The moment of truth came in November 1996. Lukashenka found it necessary not only to dissolve parliament and the Constitutional Court, but also to destroy the opposition morally, to deliberately humiliate it with the help of the old comrades from Moscow–the very people to whom Lukashenka’s opponents had been appealing. These “comrades”–then Russian Prime Minister Viktor Chernomyrdin, State Duma speaker Gennady Seleznev and others–helped Lukashenka remove from the political scene not the anti-Russian Pozniak but politicians who were very well disposed toward Moscow: chairman of the Belarusan parliament Semyon Sharetsky, former Premier Vyacheslav Kebich, and chief justice of Belarus’ constitutional court Valery Tikhinya–the very people who had a real chance of actually uniting Russia and Belarus.
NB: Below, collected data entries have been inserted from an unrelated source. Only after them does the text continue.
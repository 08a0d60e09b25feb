"""Running a study's notebook chain into a new, self-verifying record.

:func:`run_study` validates the study and its data (nothing runs on a bad
study), creates a new record folder under the study's records folder, and
executes each enabled stage notebook in order with papermill, injecting
``study_path``, ``record_dir`` and ``model_path``.  Each executed notebook is
kept, rendered as a self-contained HTML file for reviewers, and hashed into
the record's manifest together with every input file, template and output.

A record is written once: its folder is created with ``exist_ok=False`` and no
earlier record is ever opened for writing.  A stage that fails marks the
record failed (with the failing cell and the error), keeps its partly executed
notebook, and the later stages are skipped.

The kernel that runs each notebook is always the interpreter running riskvet
(``sys.executable``), whatever kernel specifications are installed elsewhere.
It runs with a fixed string-hash seed, single-threaded numerical libraries
and no time or path in what stages write (:func:`kernel_environment`), so that two
runs of the same study on the same data write the same results and model files.
"""

from __future__ import annotations

import contextlib
import dataclasses
import hashlib
import html
import importlib.metadata
import importlib.util
import json
import logging
import os
import platform
import re
import shutil
import subprocess
import sys
import signal
import tempfile
import threading
import time
from dataclasses import dataclass, field
from datetime import datetime, timezone
from pathlib import Path
from typing import Any, Callable, Mapping, Sequence, TextIO
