def case_mix_sentence(case_mix: Any) -> str:
    """Sentences reading a case-mix comparison: how well membership is told apart, the linear predictor's mean and spread.

    ``case_mix`` is a :class:`~riskvet.validation.casemix.CaseMix`; the
    standardised difference of the linear predictor is read from its table.
    """
    lp_row = case_mix.table[case_mix.table["variable"] == "linear predictor"]
    result = {
        "derivation_label": case_mix.derivation_label,
        "validation_label": case_mix.validation_label,
        "membership_c": case_mix.membership_c,
        "membership_c_null": case_mix.membership_c_null,
        "lp_mean_derivation": case_mix.lp_mean_derivation,
        "lp_sd_derivation": case_mix.lp_sd_derivation,
        "lp_mean_validation": case_mix.lp_mean_validation,
        "lp_sd_validation": case_mix.lp_sd_validation,
        "lp_standardised_difference": float(lp_row["standardised_difference"].iloc[0]) if len(lp_row) else float("nan"),
    }
    der, val = result["derivation_label"], result["validation_label"]
    c, c0 = result["membership_c"], result["membership_c_null"]
    parts = []
    if math.isfinite(c):
        excess = c - c0 if math.isfinite(c0) else c - 0.5
        chance = f" ({c0:.2f} is what chance alone gives with these sizes and predictors)" if math.isfinite(c0) else ""
        if excess < 0.05:
            reading = (
                "The two cohorts are hard to tell apart, so this validation mainly tests reproducibility: "
                "performance close to that at derivation is expected."
            )
        elif c < 0.75:
            reading = (
                "The cohorts differ moderately in case-mix, so this validation tests the model partly beyond "
                "its derivation population."
            )
        else:
            reading = (
                "The cohorts differ clearly in case-mix, so this validation tests transportability: a change in "
                "performance may reflect who the patients are as much as how good the model is."
            )
        parts.append(f"A model of cohort membership tells {val} from {der} with C = {c:.2f}{chance}. {reading}")
    m0, m1 = result["lp_mean_derivation"], result["lp_mean_validation"]
    s0, s1 = result["lp_sd_derivation"], result["lp_sd_validation"]
    smd = result["lp_standardised_difference"]
    if math.isfinite(smd) and abs(smd) >= 0.1:
        direction = "higher" if m1 > m0 else "lower"
        severity = f"{direction} predicted risk on average, by the model's own reckoning"
    else:
        severity = "about the same average predicted risk"
    parts.append(f"The mean linear predictor is {m1:.2f} in {val} against {m0:.2f} in {der} ({severity}).")
    ratio = s1 / s0 if s0 > 0 else float("nan")
    if math.isfinite(ratio):
        if ratio > 1.1:
            spread = "wider, so somewhat better discrimination is expected from case-mix alone"
        elif ratio < 0.9:
            spread = "narrower, so somewhat poorer discrimination is expected from case-mix alone"
        else:
            spread = "about the same, so case-mix alone does not predict a change in discrimination"
        parts.append(f"Its spread (SD {s1:.2f} against {s0:.2f}) is {spread}.")
    return " ".join(parts)


def _shown(value: float) -> str:
    """A measure at a threshold, or why it is not shown (withheld when it would give back a small count)."""
    return "withheld (small counts)" if value != value else f"{value:.2f}"
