def imputation_settings(study, imputed: ImputedData, derivation) -> dict[str, Any]:
    """What the model file's provenance and the results say about the imputation."""
    section = study.missing_data
    imp = imputed.imputations
    return {
        "method": "multiple imputation by chained equations",
        "m": imp.m, "m_rule": "given in the study" if section.m is not None else "percentage of incomplete cases, at least 5",
        "iterations": imp.iterations, "seed": imp.seed, "donors": imp.donors,
        "methods": {str(k): v for k, v in imp.methods.items()}, "auxiliary": list(section.auxiliary),
        "outcome_in_imputation_models": True,
        "selection": "stacked completed data sets, each row weighted (1 - f) / m, f the share of missing predictor cells",
        "missing_share_words": _share_words(
            derivation.missing_share, cells=derivation.missing_share * len(imputed.imputations.frame) * len(study.predictors.in_analysis),
            min_cell_count=study.output.min_cell_count),
        "pooling": "Rubin's rules: mean estimate, total covariance W + (1 + 1/m) B",
    }


def pooled_apparent(model, imputed: ImputedData, y: np.ndarray) -> tuple[np.ndarray, dict[str, float]]:
    """Each person's predicted risks averaged over the completed data sets, and the measures averaged over them."""
    probs = np.stack([model.predict_proba(frame) for frame in imputed.completed])
    return probs.mean(axis=0), average_summaries(performance_summary(y, p) for p in probs)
In November 1996 Belarus became finally and irreversibly an independent state.

In September 1938, Adolf Hitler–Aleksandr Lukashenka’s idol and mentor in questions of “building presidential authority”–rubbed his hands in glee after seeing off Daladier and Chamberlain, and exclaimed “What nonentities!” The “Slavic wonder,” as his ecstatic worshippers in Moscow call him, has every reason to repeat the words of his cherished mentor again and again with reference to Russian politicians.

Every spring, Lukashenka will offer new, ever more grandiose and ridiculous structures–a “union state,” “transferable currency,” “joint bodies.” But the great integrator will never agree to the simplest thing–incorporating Belarus into the Russian Federation as one or several subjects of the federation. Dictators never agree to become provincial leaders.

Driven by irrational complexes rather than reason, Moscow will agree to any ruinous folly. The only hope lies with Viktor Gerashchenko, chief of Russia’s Central Bank, who presumably will still not go ahead with a creating a single currency between two money-printing centers. Otherwise it will not only be the Belarusan people who, as Lukashenka has already promised him, “will live in poverty but not for long”–but the Russian people too.

In its affair with Lukashenka, Moscow accelerated the collapse of Commonwealth of Independent States and also has placed under threat the already fragile structure of the Russian Federation (what with Tatarstan, Bashkortostan, Ingushetia and so on). But Moscow has not gotten and will not get anything in return, apart from political and economic obligations to support the sovereign regime of Aleksandr Lukashenka.

Andrei Piontkovsky heads the Center for Strategic Studies, a Moscow-based think-tank.